Task brief: Every line below between the line holding "self.scenarios += b" and the line holding "worth = self._products(x)", inclusive, should be repeated exactly, and all other lines omitted.

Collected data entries
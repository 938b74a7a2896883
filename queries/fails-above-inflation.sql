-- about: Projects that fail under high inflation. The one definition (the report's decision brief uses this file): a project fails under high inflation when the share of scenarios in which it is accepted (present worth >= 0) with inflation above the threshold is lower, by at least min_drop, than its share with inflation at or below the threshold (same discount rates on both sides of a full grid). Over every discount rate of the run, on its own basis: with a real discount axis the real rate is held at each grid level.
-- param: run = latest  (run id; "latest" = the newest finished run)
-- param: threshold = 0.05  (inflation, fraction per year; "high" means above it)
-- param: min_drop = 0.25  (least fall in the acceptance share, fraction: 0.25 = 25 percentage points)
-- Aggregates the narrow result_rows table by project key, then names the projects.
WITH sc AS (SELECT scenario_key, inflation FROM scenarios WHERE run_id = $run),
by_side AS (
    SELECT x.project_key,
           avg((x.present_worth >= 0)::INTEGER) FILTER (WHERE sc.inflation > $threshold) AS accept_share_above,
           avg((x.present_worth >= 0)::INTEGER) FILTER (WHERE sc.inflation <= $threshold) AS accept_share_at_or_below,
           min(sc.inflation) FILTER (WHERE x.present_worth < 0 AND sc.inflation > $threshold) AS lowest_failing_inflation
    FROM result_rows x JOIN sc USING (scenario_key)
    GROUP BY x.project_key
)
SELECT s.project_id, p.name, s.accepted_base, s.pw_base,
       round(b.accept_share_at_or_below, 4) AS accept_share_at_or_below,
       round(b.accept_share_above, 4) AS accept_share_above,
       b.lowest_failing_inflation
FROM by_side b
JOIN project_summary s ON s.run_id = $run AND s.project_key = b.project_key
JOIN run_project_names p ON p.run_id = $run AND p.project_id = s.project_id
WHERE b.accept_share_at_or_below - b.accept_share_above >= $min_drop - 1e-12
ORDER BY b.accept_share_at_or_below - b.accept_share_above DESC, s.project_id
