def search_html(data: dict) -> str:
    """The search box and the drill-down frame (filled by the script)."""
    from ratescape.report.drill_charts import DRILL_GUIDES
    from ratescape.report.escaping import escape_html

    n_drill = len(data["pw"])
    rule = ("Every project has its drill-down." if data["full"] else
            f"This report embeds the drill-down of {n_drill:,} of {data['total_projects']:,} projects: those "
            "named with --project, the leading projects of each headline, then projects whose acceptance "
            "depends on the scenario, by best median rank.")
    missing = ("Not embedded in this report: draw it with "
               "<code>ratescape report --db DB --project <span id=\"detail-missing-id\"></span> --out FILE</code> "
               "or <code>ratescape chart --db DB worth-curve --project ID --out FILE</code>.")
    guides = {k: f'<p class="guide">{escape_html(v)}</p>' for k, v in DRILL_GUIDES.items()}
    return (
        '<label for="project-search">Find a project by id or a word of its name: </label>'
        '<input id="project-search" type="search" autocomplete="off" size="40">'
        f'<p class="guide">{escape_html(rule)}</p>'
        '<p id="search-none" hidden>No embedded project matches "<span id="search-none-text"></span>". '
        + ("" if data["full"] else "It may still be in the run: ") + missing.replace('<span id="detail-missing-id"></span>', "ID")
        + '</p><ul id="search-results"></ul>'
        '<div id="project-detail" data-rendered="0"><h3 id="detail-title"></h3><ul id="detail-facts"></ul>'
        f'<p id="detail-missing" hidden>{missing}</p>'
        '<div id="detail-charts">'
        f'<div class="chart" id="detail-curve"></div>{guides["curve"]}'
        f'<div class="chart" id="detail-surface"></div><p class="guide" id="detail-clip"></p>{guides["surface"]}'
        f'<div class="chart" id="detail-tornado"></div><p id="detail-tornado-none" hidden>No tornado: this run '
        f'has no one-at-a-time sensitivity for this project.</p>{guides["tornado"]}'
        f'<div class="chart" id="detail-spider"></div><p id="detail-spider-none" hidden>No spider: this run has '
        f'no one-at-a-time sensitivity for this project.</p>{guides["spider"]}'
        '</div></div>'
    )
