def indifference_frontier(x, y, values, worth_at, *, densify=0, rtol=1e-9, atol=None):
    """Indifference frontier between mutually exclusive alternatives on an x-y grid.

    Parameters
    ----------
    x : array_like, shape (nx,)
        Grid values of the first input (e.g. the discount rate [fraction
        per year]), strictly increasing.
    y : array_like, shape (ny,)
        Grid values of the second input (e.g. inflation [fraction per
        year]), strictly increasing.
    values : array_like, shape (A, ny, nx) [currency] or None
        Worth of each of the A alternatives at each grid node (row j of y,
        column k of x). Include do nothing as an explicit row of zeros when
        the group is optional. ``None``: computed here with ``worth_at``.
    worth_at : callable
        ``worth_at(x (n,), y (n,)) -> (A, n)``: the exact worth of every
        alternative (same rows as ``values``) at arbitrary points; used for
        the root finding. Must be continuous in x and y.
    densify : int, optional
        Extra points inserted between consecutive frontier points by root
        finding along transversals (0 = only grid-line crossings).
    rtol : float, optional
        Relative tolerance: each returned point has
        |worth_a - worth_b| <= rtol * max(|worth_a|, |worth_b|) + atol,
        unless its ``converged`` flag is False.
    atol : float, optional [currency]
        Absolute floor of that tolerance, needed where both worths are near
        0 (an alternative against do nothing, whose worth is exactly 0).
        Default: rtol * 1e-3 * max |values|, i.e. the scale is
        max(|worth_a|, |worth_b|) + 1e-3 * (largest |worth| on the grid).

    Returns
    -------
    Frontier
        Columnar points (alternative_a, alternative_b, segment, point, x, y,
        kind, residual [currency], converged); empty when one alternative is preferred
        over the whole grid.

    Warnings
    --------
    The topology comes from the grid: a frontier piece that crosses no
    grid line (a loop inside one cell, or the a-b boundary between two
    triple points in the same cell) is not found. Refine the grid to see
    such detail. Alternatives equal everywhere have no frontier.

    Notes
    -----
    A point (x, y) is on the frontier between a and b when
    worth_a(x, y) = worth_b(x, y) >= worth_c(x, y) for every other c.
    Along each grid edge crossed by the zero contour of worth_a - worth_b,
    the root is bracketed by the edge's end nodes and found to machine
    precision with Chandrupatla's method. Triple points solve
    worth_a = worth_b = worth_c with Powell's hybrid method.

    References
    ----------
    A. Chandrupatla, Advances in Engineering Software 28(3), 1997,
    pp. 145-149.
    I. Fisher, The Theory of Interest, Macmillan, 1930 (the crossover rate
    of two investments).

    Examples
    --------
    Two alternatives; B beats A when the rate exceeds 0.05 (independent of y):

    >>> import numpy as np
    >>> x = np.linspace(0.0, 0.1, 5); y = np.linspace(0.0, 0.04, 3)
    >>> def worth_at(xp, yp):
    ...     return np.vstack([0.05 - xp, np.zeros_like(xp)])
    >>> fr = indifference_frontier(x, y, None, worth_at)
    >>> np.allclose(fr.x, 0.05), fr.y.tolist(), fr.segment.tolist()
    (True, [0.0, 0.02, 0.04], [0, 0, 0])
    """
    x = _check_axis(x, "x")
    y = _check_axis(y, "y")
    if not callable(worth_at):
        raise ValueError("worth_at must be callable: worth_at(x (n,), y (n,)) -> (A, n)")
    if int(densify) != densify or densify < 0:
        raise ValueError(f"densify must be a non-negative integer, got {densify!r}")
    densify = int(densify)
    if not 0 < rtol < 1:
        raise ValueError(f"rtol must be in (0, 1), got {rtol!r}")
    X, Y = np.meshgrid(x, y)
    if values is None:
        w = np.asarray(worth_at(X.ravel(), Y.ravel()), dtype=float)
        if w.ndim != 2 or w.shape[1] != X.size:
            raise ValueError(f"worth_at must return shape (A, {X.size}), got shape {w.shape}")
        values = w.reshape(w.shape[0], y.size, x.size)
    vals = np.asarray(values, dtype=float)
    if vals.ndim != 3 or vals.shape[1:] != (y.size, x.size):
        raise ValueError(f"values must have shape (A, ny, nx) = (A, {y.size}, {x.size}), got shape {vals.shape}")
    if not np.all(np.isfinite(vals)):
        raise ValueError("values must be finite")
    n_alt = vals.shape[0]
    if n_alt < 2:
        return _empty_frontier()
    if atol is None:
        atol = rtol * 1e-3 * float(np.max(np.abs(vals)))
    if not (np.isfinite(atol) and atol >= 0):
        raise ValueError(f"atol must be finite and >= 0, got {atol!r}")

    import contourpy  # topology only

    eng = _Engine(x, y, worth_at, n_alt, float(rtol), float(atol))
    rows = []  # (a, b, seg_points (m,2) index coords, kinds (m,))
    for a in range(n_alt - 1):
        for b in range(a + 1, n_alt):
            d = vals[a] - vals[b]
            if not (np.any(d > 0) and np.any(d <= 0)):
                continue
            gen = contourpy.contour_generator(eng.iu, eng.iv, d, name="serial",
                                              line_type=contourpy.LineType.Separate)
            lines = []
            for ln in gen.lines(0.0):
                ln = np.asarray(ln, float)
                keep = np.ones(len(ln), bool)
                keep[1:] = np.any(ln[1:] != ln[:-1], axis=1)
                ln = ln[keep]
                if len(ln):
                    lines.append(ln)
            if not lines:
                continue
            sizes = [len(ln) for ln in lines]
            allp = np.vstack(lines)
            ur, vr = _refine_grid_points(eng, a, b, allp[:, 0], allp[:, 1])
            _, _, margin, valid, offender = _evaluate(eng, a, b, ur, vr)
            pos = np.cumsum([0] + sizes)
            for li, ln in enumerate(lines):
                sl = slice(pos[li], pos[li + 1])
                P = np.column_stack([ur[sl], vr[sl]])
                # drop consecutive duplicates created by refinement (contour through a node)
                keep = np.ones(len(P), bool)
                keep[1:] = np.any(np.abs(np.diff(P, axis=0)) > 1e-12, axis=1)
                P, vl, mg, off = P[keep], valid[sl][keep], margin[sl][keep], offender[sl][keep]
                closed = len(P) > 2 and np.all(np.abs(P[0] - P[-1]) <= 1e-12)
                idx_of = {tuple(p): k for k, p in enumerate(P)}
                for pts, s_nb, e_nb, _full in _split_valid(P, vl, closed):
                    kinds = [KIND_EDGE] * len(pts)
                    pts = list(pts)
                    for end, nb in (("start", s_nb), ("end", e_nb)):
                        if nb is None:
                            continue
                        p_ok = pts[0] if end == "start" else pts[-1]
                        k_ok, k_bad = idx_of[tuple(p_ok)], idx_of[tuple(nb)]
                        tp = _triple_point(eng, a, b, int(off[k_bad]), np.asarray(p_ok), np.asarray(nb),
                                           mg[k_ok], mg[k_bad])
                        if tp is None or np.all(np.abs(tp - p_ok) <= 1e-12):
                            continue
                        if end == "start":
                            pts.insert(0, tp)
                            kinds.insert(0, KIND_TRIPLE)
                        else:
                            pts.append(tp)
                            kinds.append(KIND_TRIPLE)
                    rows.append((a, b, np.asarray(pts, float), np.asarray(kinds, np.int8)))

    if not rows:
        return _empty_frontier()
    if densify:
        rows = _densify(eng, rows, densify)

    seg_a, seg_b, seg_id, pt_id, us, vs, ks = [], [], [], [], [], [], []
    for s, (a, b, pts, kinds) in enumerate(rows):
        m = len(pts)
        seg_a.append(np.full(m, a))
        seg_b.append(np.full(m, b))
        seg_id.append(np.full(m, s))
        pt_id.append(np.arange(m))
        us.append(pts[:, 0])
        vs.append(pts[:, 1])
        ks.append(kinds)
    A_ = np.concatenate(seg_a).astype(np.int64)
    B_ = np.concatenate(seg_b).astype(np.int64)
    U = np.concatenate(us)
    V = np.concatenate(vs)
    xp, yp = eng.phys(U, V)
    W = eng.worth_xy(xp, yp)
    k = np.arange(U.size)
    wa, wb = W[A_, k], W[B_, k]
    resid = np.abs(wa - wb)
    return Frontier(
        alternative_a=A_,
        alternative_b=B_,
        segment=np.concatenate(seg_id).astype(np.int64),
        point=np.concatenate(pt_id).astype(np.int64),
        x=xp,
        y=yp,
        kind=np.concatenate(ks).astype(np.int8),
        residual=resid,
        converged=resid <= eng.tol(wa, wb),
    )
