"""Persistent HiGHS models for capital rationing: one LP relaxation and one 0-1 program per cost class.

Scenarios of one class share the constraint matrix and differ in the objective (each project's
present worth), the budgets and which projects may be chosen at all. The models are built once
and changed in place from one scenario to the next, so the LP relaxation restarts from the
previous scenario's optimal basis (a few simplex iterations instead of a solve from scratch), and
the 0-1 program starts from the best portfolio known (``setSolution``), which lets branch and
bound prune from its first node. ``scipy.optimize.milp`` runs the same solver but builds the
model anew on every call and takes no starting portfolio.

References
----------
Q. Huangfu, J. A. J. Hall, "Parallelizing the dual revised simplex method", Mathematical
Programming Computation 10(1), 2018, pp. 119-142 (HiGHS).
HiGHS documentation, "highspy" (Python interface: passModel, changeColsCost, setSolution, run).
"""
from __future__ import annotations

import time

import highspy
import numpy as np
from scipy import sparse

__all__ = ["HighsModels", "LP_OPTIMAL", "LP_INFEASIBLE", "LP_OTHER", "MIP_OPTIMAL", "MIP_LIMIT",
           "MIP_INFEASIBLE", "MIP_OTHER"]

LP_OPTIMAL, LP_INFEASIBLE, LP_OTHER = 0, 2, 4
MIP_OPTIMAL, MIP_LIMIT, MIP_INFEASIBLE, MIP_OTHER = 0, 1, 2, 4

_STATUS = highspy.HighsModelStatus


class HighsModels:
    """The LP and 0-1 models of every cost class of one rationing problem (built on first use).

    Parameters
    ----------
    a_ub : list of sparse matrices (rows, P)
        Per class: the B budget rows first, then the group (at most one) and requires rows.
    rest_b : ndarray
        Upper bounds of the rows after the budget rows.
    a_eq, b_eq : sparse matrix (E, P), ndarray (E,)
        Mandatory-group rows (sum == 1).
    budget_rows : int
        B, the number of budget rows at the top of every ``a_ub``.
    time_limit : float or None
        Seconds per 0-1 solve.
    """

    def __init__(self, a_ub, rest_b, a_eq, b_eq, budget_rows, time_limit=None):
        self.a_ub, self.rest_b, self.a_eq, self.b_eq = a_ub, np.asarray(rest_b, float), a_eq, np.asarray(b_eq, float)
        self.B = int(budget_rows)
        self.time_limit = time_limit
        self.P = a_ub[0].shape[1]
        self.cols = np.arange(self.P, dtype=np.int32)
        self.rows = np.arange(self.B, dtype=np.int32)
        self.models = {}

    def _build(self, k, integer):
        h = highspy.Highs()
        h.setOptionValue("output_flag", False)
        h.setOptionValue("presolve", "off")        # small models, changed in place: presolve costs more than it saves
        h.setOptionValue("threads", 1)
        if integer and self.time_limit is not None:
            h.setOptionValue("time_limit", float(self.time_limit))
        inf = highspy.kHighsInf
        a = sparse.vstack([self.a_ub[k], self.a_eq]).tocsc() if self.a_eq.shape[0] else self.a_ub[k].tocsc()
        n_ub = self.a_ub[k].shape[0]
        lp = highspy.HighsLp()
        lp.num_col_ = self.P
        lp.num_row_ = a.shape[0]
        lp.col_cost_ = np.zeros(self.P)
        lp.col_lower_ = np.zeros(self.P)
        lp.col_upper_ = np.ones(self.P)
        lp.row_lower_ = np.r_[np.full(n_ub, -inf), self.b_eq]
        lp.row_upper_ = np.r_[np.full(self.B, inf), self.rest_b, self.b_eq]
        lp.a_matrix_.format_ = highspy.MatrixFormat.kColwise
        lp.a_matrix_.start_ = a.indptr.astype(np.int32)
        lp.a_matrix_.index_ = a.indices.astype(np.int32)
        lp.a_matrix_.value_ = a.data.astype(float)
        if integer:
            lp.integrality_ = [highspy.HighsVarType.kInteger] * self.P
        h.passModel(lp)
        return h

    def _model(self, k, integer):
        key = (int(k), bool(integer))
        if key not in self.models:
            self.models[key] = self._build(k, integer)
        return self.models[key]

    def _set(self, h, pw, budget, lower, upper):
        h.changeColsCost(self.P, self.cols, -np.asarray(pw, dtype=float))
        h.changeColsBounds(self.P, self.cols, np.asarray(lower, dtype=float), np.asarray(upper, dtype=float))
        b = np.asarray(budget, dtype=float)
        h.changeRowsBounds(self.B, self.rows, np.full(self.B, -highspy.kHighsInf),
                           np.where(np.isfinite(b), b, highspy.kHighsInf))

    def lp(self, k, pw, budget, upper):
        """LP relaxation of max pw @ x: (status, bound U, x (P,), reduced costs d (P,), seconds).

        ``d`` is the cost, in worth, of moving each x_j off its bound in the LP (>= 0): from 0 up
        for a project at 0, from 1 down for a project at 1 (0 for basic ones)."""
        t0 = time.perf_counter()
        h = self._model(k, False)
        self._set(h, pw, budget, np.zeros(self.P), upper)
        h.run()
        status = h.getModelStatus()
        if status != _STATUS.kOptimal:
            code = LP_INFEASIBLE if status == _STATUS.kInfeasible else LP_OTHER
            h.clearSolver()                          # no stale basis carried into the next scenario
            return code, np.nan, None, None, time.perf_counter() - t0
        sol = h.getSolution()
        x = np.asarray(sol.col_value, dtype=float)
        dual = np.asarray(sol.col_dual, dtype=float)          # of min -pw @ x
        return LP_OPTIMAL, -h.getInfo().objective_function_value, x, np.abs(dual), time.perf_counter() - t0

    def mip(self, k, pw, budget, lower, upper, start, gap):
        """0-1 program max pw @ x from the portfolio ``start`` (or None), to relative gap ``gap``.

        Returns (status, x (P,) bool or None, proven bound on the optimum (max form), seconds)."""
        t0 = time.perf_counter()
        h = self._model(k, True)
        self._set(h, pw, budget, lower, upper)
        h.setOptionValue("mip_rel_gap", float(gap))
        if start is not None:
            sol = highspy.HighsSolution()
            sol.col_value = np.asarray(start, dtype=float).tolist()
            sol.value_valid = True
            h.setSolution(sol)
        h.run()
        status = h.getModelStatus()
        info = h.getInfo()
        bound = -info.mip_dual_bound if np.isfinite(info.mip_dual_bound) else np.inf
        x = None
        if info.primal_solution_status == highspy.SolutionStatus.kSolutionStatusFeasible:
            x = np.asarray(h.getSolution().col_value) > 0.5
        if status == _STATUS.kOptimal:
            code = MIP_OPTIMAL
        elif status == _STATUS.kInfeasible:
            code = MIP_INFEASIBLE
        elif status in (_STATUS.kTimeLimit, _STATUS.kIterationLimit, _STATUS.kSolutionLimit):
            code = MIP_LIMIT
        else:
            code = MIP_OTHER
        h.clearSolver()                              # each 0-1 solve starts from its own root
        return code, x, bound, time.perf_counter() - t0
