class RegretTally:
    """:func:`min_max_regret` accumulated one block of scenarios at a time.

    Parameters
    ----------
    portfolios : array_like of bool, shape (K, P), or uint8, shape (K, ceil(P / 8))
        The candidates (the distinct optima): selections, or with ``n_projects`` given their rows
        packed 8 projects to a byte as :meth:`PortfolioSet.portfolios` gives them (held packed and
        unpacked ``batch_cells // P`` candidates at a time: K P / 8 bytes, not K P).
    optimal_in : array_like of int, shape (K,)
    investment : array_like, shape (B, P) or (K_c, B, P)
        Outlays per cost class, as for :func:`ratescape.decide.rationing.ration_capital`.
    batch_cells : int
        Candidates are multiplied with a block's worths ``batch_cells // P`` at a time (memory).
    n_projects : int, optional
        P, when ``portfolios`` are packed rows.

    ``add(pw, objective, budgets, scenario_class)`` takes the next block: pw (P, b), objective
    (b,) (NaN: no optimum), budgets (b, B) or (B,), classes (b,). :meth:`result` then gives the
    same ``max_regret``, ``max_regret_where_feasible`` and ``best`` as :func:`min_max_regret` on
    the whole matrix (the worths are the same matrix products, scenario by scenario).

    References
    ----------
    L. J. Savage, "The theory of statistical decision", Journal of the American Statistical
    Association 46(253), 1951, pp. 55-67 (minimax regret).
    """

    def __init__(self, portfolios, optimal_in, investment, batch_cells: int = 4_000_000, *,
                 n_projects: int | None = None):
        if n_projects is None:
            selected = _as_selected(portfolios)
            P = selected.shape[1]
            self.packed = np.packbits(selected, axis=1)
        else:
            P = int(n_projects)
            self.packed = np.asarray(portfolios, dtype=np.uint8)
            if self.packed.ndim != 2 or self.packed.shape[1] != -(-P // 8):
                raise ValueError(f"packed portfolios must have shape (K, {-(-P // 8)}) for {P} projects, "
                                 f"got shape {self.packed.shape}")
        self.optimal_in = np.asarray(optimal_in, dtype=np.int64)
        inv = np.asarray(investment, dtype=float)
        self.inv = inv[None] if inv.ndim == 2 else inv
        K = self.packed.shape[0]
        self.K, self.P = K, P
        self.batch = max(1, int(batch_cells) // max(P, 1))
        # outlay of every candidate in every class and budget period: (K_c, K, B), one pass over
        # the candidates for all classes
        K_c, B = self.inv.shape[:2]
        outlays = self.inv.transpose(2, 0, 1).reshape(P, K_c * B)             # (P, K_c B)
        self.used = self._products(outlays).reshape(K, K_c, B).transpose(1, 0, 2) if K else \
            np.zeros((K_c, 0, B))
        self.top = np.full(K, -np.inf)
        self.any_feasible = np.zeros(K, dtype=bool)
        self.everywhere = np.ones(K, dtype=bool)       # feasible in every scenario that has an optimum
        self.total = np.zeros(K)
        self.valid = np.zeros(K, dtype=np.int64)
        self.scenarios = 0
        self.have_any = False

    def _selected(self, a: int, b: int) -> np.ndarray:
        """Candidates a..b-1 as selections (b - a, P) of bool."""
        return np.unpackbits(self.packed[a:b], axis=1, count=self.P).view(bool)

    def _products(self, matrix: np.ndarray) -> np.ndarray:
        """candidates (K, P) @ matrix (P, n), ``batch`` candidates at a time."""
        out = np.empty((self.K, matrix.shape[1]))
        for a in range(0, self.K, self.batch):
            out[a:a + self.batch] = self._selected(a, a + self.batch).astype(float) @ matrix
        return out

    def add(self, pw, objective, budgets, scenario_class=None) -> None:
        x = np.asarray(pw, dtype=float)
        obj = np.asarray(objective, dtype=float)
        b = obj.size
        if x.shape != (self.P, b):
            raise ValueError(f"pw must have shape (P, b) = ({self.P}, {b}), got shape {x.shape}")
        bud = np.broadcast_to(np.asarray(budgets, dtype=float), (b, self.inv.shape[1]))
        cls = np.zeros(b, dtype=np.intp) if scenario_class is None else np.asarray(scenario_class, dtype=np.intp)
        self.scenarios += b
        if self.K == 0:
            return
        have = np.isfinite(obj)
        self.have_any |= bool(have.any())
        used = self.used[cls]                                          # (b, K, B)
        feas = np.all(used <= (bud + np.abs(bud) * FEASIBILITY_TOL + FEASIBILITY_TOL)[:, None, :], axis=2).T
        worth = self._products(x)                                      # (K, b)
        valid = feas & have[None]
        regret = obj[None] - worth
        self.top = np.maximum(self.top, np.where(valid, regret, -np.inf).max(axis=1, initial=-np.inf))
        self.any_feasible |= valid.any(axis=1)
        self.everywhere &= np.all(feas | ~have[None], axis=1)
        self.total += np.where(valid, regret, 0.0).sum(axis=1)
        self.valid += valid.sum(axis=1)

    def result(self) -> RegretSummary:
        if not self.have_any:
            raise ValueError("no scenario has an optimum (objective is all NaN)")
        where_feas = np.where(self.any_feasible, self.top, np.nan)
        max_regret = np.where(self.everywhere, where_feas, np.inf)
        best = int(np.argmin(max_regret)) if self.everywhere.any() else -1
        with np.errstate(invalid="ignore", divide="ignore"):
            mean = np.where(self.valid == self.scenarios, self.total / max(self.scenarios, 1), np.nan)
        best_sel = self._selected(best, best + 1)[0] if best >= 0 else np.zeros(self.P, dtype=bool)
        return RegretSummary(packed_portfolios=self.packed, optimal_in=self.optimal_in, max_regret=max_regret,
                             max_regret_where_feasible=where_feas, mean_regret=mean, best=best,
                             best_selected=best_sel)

Task output:
        self.scenarios += b
        if self.K == 0:
            return
        have = np.isfinite(obj)
        self.have_any |= bool(have.any())
        used = self.used[cls]                                          # (b, K, B)
        feas = np.all(used <= (bud + np.abs(bud) * FEASIBILITY_TOL + FEASIBILITY_TOL)[:, None, :], axis=2).T
        worth = self._products(x)                                      # (K, b)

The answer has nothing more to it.